> _Activity_
For the data that follows, give the number of lines in which "reader" appears. Add nothing to it.

(Saved entries)

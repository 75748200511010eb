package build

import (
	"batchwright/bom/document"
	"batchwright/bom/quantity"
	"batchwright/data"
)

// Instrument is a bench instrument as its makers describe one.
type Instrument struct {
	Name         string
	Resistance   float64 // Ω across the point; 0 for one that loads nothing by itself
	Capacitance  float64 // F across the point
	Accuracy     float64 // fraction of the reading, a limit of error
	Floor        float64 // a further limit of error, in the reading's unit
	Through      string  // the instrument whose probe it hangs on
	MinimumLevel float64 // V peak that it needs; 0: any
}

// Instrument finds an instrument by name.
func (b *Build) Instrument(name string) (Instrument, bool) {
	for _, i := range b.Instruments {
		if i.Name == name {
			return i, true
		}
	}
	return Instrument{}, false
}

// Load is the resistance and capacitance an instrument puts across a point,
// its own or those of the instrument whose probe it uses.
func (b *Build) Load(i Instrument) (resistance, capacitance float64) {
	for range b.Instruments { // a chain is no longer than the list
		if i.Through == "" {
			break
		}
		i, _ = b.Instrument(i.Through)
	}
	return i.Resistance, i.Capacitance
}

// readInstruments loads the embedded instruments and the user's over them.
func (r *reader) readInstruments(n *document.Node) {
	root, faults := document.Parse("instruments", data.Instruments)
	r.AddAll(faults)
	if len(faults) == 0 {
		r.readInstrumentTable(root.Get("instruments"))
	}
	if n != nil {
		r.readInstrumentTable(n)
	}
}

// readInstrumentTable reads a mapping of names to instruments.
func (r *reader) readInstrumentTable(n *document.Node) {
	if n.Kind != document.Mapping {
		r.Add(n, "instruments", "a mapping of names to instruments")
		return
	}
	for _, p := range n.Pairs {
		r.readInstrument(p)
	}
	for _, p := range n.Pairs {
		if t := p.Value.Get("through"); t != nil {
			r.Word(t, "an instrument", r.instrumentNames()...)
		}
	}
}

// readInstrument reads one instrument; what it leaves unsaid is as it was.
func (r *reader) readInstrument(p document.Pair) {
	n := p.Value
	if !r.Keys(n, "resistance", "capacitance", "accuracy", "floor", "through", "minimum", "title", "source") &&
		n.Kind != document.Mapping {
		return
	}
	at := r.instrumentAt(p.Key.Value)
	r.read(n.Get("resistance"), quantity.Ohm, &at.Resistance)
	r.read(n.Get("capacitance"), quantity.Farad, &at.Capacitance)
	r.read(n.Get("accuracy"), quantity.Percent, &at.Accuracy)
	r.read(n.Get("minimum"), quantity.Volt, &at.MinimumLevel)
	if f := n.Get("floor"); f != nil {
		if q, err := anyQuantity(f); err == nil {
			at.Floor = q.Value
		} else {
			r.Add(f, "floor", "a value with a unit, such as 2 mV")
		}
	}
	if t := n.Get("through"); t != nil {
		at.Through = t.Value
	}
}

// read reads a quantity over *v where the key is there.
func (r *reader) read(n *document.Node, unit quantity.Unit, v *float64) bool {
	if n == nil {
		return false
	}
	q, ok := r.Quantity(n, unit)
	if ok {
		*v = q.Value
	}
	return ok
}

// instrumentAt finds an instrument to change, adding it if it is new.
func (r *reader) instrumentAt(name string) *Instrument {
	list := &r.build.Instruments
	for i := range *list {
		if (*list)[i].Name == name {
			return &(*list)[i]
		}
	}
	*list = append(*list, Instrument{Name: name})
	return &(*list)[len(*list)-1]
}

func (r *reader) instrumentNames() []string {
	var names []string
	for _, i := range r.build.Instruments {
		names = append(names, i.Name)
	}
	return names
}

> _Reply_
6